Earth, Air, Fire, Water: Humanistic Studies of the Environment

Front Cover
Jill K. Conway, Kenneth Keniston, Leo Marx
University of Massachusetts Press, 1999 - Nature - 349 pages

Written in a clear, accessible style with a general audience in mind, the essays in this volume offer fresh approaches to thinking about environmental issues. When we consider the forms of environmental decline most urgently in need of attention -- eroding soils, shrinking forests, expanding deserts, acid rain, ozone depletion, air pollution, poisoned water supplies, the loss of biological diversity -- it may seem logical that scientists should be the people mobilized to tackle these problems. Yet to devise effective solutions for today's environmental threats, we must situate them within their larger historical, societal, and cultural settings. Amelioration does not require exclusively scientific knowledge, but also changes based upon law and public policy, on institutional structures and practices, on habits of consumption, and on countless other facets of daily life.
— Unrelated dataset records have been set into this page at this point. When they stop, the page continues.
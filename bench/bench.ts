// npm run bench: throughput and peak memory of the reduction on generated archives (a benchmark, not a test).
import { execFileSync } from 'node:child_process';
import { mkdtempSync, rmSync } from 'node:fs';
import { cpus, tmpdir, totalmem } from 'node:os';
import { dirname, join } from 'node:path';
import { fileURLToPath } from 'node:url';
import { makeBenchArchive } from './generate.js';

const here = dirname(fileURLToPath(import.meta.url));
const work = mkdtempSync(join(tmpdir(), 'quern-bench-'));

function measure(archive: string, jobs: number) {
  const out = execFileSync(process.execPath, [join(here, 'measure.js'), archive, join(work, `out-${jobs}-${Math.random()}`), String(jobs)], { encoding: 'utf8' });
  return JSON.parse(out.trim().split('\n').pop()!) as { seconds: number; samples: number; peakRssMB: number; failed: number };
}

const row = (label: string, m: ReturnType<typeof measure>) =>
  `${label.padEnd(44)} ${(m.samples / 1e6).toFixed(0).padStart(6)} M samples ${m.seconds.toFixed(2).padStart(8)} s ${(m.samples / m.seconds / 1e6).toFixed(1).padStart(7)} M samples/s ${m.peakRssMB.toFixed(0).padStart(6)} MB peak RSS`;

try {
  process.stdout.write(`quern bench — ${cpus()[0]?.model ?? 'unknown CPU'}, ${cpus().length} cores, ${(totalmem() / 2 ** 30).toFixed(0)} GiB, Node ${process.version}\n`);
  process.stdout.write('generating archives (16-bit PCM WAV, 4 channels, 25.6 kHz)…\n');
  const short = join(work, 'short'), long = join(work, 'long'), many = join(work, 'many');
  makeBenchArchive(short, [{ name: 'short.wav', frames: 2_500_000 }]); //   10 M samples in one recording
  makeBenchArchive(long, [{ name: 'long.wav', frames: 15_000_000 }]); //    60 M samples in one recording
  makeBenchArchive(many, Array.from({ length: 8 }, (_, i) => ({ name: `r${i}.wav`, frames: 1_875_000 }))); // 60 M samples in 8 recordings
  process.stdout.write('statistics pass (default spec)\n');
  process.stdout.write(row('one recording, 10 M samples, --jobs 1', measure(short, 1)) + '\n');
  process.stdout.write(row('one recording, 60 M samples, --jobs 1', measure(long, 1)) + '\n');
  process.stdout.write(row('8 recordings, 60 M samples, --jobs 1', measure(many, 1)) + '\n');
  process.stdout.write(row(`8 recordings, 60 M samples, --jobs ${cpus().length}`, measure(many, cpus().length)) + '\n');
} finally {
  rmSync(work, { recursive: true, force: true });
}
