// Loaded with --import into quern's process by the bench's collector section (QUERN_BENCH_GC names where to write):
// each thread, main and workers alike, sums its garbage collector's pauses (PerformanceObserver's 'gc' entries) and
// keeps the sum and its own age in a file of its own. Workers are ended by the pool without an exit event, so the file
// is written after each collection and every 200 ms.
import { writeFileSync } from 'node:fs';
import { PerformanceObserver, performance } from 'node:perf_hooks';
import { isMainThread, threadId } from 'node:worker_threads';

export interface ThreadCollections { thread: string; pausesMs: number; collections: number; lifeMs: number }

const file = process.env.QUERN_BENCH_GC;
if (file) {
  let pausesMs = 0, collections = 0;
  const save = () => {
    const c: ThreadCollections = { thread: isMainThread ? 'main thread' : `worker ${threadId}`, pausesMs, collections, lifeMs: performance.now() };
    writeFileSync(`${file}.${threadId}.json`, JSON.stringify(c));
  };
  new PerformanceObserver((list) => {
    for (const e of list.getEntries()) { pausesMs += e.duration; collections++; }
    save();
  }).observe({ entryTypes: ['gc'] });
  setInterval(save, 200).unref();
  process.on('exit', save);
}
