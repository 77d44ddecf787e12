#!/usr/bin/env python3
"""The benchmark's peer: the default feature set computed with numpy and scipy, the way a script would (whole files in memory).

Usage: python3 bench/peer.py ARCHIVE SCALE   (every *.wav in ARCHIVE, 16- or 24-bit PCM, all channels taken as acceleration in m/s²)
Prints one JSON line: seconds (after imports; the bench times the whole process itself), samples, peak RSS (MB), scipy version.
"""
import glob, json, os, resource, sys, time
import numpy as np
import scipy
import scipy.io.wavfile
import scipy.signal as sig

G = 10 ** 0.3



def peak_rss_mb():
    """This process's own peak resident memory (VmHWM): ru_maxrss also counts what the parent held when it started this one."""
    try:
        with open('/proc/self/status') as f:
            for line in f:
                if line.startswith('VmHWM:'):
                    return int(line.split()[1]) / 1024
    except OSError:
        pass
    return resource.getrusage(resource.RUSAGE_SELF).ru_maxrss / 1024

def band_ms(f, p, df, lo, hi):
    a = np.maximum(0, f - df / 2); b = np.minimum(f[-1], f + df / 2)
    inside = np.clip(np.minimum(b, hi) - np.maximum(a, lo), 0, None)
    return float(np.sum(p * df * inside / (b - a)))


def features(x, fs):
    out = {}
    m = x.mean(); sd = x.std(); out.update(mean=m, std=sd, rms=np.sqrt(np.mean(x * x)), min=x.min(), max=x.max())
    d = x - m; out['skewness'] = np.mean(d ** 3) / sd ** 3; out['kurtosis'] = np.mean(d ** 4) / sd ** 4
    f, p = sig.welch(x, fs=fs, nperseg=4096, noverlap=2048, window='hann')
    df = f[1]
    out['dominant_frequency'] = f[1 + np.argmax(p[1:])]
    out['spectral_centroid'] = np.sum(f[1:] * p[1:]) / np.sum(p[1:])
    for lo, hi in [(20, 200), (200, 1000)]:
        out[f'band_{lo}_{hi}_rms'] = np.sqrt(band_ms(f, p, df, lo, hi))
    for b, xs in [(1, range(-5, 4)), (3, range(-16, 11))]:
        for x_ in xs:
            mid = 1000 * G ** (x_ / b)
            lo, hi = mid * G ** (-1 / (2 * b)), mid * G ** (1 / (2 * b))
            out[f'oct{b}_{x_}'] = np.sqrt(band_ms(f, p, df, lo, hi)) if hi <= fs / 2 else None
    w = 2 * np.pi * f[1:]
    out['velocity_10_1000_rms'] = np.sqrt(band_ms(f[1:], p[1:] / w ** 2, df, 10, 1000)) * 1000
    n = int(fs)
    k = len(x) // n
    win = x[:k * n].reshape(k, n)
    out['windows'] = (win.mean(1), np.sqrt((win * win).mean(1)), np.abs(win).max(1))
    x2 = x * x
    for tau in (0.125, 1.0):
        a = 1 - np.exp(-1 / (tau * fs))
        out[f'max_twrms_{tau}'] = np.sqrt(sig.lfilter([a], [1, -(1 - a)], x2).max())
    c = np.concatenate([[0], np.cumsum(x2)])
    out['mtvv'] = np.sqrt((c[n:] - c[:-n]).max() / n)
    sos = sig.butter(4, [2500, 4500], btype='bandpass', output='sos', fs=fs)
    y = sig.sosfiltfilt(sos, x)
    env = np.abs(sig.hilbert(y))
    out.update(filtered_rms=np.sqrt(np.mean(y * y)), env_mean=env.mean(), env_rms=np.sqrt(np.mean(env * env)), env_peak=env.max())
    fe, pe = sig.welch(env, fs=fs, nperseg=4096, noverlap=2048)
    out['env_dominant_frequency'] = fe[1 + np.argmax(pe[1:])]
    return out


def main():
    archive, scale = sys.argv[1], float(sys.argv[2])
    t0 = time.perf_counter()
    samples = 0
    for path in sorted(glob.glob(os.path.join(archive, '*.wav'))):
        fs, data = scipy.io.wavfile.read(path)
        data = data.reshape(len(data), -1)
        # scipy reads 24-bit PCM into the top bits of int32, so full scale is 2^(8·itemsize − 1) either way.
        full = 2.0 ** (8 * data.dtype.itemsize - 1)
        for c in range(data.shape[1]):
            x = data[:, c].astype(np.float64) / full * scale
            features(x, float(fs))
            samples += len(x)
    seconds = time.perf_counter() - t0
    print(json.dumps({'seconds': seconds, 'samples': samples, 'peakRssMB': peak_rss_mb(), 'scipy': scipy.__version__}))


if __name__ == '__main__':
    main()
Earth, Air, Fire, Water seeks to redirect our thinking about environmental issues by locating them in the behavior of human beings -- in the institutions, beliefs, and practices that mediate between people and that obscure but beautiful nonhuman world we refer to as "nature." The book opens with a section on the elements and the ways humans have understood them in the past. There follows a section devoted to social institutions and the ways in which we can learn from current and past efforts to study the interaction between people and nature. The concluding section analyzes the culture of modernity and the ways in which the human imagination has changed in response to the arrival of modern technology. In addition to the editors, contributors include Gregory Nagy, Donald Worster, Stephen J. Pyne, John F. Richards, Richard White, Terence Turner, Barbara Epstein, Oleg N. Yanitsky, Bina Agarwal, Anton Struchkov, Yaakov Garb, and Louis Menand.

About the author (1999)

Jill Ker Conway was born Jill Kathryn Ker in Hillston, New South Wales, Australia on October 9, 1934. She received a history degree from the University of Sydney in 1958 and a Ph.D. from Harvard University in 1969. She took a teaching post at the University of Toronto. She became a dean in 1971 and a vice president in 1973. In 1975, she became the first woman to be named president of Smith College. She left Smith in 1985 to become a writer. She wrote three memoirs entitled The Road from Coorain, True North, and A Woman's Education. In 2002, the PBS program Masterpiece Theater used The Road from Coorain as the basis for a film. She also wrote When Memory Speaks: Reflections on Autobiography. She edited several books including Written by Herself: Autobiographies of American Women and In Her Own Words: Women's Memoirs from Australia, New Zealand, Canada and the United States. In 2013, she was awarded the National Humanities Medal. She died on June 1, 2018 at the age of 83. Scholar, writer and educator Leo Marx was educated at Harvard University, where he received a B. A. and a Ph. D. Marx taught at the University of Minnesota, Amherst College, and MIT. The school has also created the Leo Marx Career Development Professorship in the History and Culture of Science and Technology to honor his service. Marx's works, such as "The Machine in the Garden," explore the relationship between technology and culture in the past two centuries.